Records for the task:
..............................

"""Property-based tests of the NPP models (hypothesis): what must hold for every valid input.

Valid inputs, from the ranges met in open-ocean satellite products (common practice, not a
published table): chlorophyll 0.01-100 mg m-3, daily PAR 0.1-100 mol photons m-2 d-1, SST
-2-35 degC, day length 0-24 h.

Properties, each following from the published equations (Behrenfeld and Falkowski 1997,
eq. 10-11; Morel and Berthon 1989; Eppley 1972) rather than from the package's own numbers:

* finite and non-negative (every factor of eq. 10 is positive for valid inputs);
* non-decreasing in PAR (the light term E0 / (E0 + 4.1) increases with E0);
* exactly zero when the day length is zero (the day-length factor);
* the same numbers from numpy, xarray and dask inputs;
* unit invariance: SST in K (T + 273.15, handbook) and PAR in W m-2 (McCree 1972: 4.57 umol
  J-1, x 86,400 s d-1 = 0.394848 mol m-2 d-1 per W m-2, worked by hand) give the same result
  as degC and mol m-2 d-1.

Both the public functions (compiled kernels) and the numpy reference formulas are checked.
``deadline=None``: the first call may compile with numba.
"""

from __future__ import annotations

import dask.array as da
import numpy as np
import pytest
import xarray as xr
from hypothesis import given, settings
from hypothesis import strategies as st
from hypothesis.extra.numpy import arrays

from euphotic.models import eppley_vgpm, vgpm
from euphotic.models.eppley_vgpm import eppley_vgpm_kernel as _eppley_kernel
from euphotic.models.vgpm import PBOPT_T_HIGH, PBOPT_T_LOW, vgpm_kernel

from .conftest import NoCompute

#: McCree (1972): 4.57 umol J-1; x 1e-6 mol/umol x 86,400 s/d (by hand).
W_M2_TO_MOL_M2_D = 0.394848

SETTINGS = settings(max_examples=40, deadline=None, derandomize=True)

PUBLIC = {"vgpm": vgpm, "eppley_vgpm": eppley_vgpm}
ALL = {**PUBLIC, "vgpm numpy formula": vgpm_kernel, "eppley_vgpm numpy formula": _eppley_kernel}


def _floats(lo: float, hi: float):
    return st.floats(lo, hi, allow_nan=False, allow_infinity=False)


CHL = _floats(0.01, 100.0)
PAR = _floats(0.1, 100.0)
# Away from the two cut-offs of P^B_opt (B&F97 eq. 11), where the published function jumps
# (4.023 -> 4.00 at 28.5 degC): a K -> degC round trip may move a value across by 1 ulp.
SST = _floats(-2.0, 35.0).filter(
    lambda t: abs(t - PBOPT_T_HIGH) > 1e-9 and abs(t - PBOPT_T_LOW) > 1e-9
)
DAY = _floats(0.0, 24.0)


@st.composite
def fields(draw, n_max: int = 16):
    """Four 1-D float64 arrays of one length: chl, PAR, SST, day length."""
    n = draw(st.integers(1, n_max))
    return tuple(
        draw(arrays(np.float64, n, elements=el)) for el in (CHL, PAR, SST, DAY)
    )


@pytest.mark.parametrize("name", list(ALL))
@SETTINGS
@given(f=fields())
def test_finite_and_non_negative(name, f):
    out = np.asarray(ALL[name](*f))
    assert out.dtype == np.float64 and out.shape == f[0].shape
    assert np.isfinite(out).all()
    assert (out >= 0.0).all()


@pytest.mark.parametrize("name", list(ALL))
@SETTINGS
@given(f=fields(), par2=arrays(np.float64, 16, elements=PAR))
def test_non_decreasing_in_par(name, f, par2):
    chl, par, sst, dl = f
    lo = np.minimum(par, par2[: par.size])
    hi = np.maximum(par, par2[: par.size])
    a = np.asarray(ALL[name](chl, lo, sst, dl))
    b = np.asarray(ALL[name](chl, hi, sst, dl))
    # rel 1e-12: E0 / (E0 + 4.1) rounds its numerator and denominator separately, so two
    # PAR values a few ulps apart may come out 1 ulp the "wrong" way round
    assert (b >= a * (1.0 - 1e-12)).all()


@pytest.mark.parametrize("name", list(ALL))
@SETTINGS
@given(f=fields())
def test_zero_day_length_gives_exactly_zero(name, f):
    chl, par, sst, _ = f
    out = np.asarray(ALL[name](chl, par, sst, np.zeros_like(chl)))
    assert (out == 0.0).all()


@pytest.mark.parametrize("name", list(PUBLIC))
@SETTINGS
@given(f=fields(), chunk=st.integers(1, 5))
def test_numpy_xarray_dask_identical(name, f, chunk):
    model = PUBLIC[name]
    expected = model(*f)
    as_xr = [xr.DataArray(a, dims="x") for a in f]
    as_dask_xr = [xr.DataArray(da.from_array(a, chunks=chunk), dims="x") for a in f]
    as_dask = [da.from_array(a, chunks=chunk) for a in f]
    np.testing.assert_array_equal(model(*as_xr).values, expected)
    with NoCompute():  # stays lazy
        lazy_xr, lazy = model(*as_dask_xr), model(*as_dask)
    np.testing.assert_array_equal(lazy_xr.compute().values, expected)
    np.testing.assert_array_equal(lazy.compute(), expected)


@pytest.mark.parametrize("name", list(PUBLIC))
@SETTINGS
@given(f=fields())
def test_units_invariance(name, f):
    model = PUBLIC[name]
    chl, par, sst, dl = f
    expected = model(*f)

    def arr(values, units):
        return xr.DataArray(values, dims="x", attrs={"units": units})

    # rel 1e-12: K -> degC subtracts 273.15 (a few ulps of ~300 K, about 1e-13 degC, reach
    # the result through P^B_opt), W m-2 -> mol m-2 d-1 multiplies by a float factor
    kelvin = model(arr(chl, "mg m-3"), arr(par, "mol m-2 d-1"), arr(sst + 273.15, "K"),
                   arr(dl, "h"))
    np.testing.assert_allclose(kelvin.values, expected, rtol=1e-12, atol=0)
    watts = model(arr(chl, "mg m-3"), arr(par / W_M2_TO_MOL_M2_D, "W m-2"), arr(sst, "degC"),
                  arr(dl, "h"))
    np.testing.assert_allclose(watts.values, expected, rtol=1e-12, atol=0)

..............................

Your job is to give the listing again exactly as it was written.

"""Property-based tests of the NPP models (hypothesis): what must hold for every valid input.

Valid inputs, from the ranges met in open-ocean satellite products (common practice, not a
published table): chlorophyll 0.01-100 mg m-3, daily PAR 0.1-100 mol photons m-2 d-1, SST
-2-35 degC, day length 0-24 h.

Properties, each following from the published equations (Behrenfeld and Falkowski 1997,
eq. 10-11; Morel and Berthon 1989; Eppley 1972) rather than from the package's own numbers:

* finite and non-negative (every factor of eq. 10 is positive for valid inputs);
* non-decreasing in PAR (the light term E0 / (E0 + 4.1) increases with E0);
* exactly zero when the day length is zero (the day-length factor);
* the same numbers from numpy, xarray and dask inputs;
* unit invariance: SST in K (T + 273.15, handbook) and PAR in W m-2 (McCree 1972: 4.57 umol
  J-1, x 86,400 s d-1 = 0.394848 mol m-2 d-1 per W m-2, worked by hand) give the same result
  as degC and mol m-2 d-1.

Both the public functions (compiled kernels) and the numpy reference formulas are checked.
``deadline=None``: the first call may compile with numba.
"""

from __future__ import annotations

import dask.array as da
import numpy as np
import pytest
import xarray as xr
from hypothesis import given, settings
from hypothesis import strategies as st
from hypothesis.extra.numpy import arrays

from euphotic.models import eppley_vgpm, vgpm
from euphotic.models.eppley_vgpm import eppley_vgpm_kernel as _eppley_kernel
from euphotic.models.vgpm import PBOPT_T_HIGH, PBOPT_T_LOW, vgpm_kernel

from .conftest import NoCompute

#: McCree (1972): 4.57 umol J-1; x 1e-6 mol/umol x 86,400 s/d (by hand).
W_M2_TO_MOL_M2_D = 0.394848

SETTINGS = settings(max_examples=40, deadline=None, derandomize=True)

PUBLIC = {"vgpm": vgpm, "eppley_vgpm": eppley_vgpm}
ALL = {**PUBLIC, "vgpm numpy formula": vgpm_kernel, "eppley_vgpm numpy formula": _eppley_kernel}


def _floats(lo: float, hi: float):
    return st.floats(lo, hi, allow_nan=False, allow_infinity=False)


CHL = _floats(0.01, 100.0)
PAR = _floats(0.1, 100.0)
# Away from the two cut-offs of P^B_opt (B&F97 eq. 11), where the published function jumps
# (4.023 -> 4.00 at 28.5 degC): a K -> degC round trip may move a value across by 1 ulp.
SST = _floats(-2.0, 35.0).filter(
    lambda t: abs(t - PBOPT_T_HIGH) > 1e-9 and abs(t - PBOPT_T_LOW) > 1e-9
)
DAY = _floats(0.0, 24.0)


@st.composite
def fields(draw, n_max: int = 16):
    """Four 1-D float64 arrays of one length: chl, PAR, SST, day length."""
    n = draw(st.integers(1, n_max))
    return tuple(
        draw(arrays(np.float64, n, elements=el)) for el in (CHL, PAR, SST, DAY)
    )


@pytest.mark.parametrize("name", list(ALL))
@SETTINGS
@given(f=fields())
def test_finite_and_non_negative(name, f):
    out = np.asarray(ALL[name](*f))
    assert out.dtype == np.float64 and out.shape == f[0].shape
    assert np.isfinite(out).all()
    assert (out >= 0.0).all()


@pytest.mark.parametrize("name", list(ALL))
@SETTINGS
@given(f=fields(), par2=arrays(np.float64, 16, elements=PAR))
def test_non_decreasing_in_par(name, f, par2):
    chl, par, sst, dl = f
    lo = np.minimum(par, par2[: par.size])
    hi = np.maximum(par, par2[: par.size])
    a = np.asarray(ALL[name](chl, lo, sst, dl))
    b = np.asarray(ALL[name](chl, hi, sst, dl))
    # rel 1e-12: E0 / (E0 + 4.1) rounds its numerator and denominator separately, so two
    # PAR values a few ulps apart may come out 1 ulp the "wrong" way round
    assert (b >= a * (1.0 - 1e-12)).all()


@pytest.mark.parametrize("name", list(ALL))
@SETTINGS
@given(f=fields())
def test_zero_day_length_gives_exactly_zero(name, f):
    chl, par, sst, _ = f
    out = np.asarray(ALL[name](chl, par, sst, np.zeros_like(chl)))
    assert (out == 0.0).all()


@pytest.mark.parametrize("name", list(PUBLIC))
@SETTINGS
@given(f=fields(), chunk=st.integers(1, 5))
def test_numpy_xarray_dask_identical(name, f, chunk):
    model = PUBLIC[name]
    expected = model(*f)
    as_xr = [xr.DataArray(a, dims="x") for a in f]
    as_dask_xr = [xr.DataArray(da.from_array(a, chunks=chunk), dims="x") for a in f]
    as_dask = [da.from_array(a, chunks=chunk) for a in f]
    np.testing.assert_array_equal(model(*as_xr).values, expected)
    with NoCompute():  # stays lazy
        lazy_xr, lazy = model(*as_dask_xr), model(*as_dask)
    np.testing.assert_array_equal(lazy_xr.compute().values, expected)
    np.testing.assert_array_equal(lazy.compute(), expected)


@pytest.mark.parametrize("name", list(PUBLIC))
@SETTINGS
@given(f=fields())
def test_units_invariance(name, f):
    model = PUBLIC[name]
    chl, par, sst, dl = f
    expected = model(*f)

    def arr(values, units):
        return xr.DataArray(values, dims="x", attrs={"units": units})

    # rel 1e-12: K -> degC subtracts 273.15 (a few ulps of ~300 K, about 1e-13 degC, reach
    # the result through P^B_opt), W m-2 -> mol m-2 d-1 multiplies by a float factor
    kelvin = model(arr(chl, "mg m-3"), arr(par, "mol m-2 d-1"), arr(sst + 273.15, "K"),
                   arr(dl, "h"))
    np.testing.assert_allclose(kelvin.values, expected, rtol=1e-12, atol=0)
    watts = model(arr(chl, "mg m-3"), arr(par / W_M2_TO_MOL_M2_D, "W m-2"), arr(sst, "degC"),
                  arr(dl, "h"))
    np.testing.assert_allclose(watts.values, expected, rtol=1e-12, atol=0)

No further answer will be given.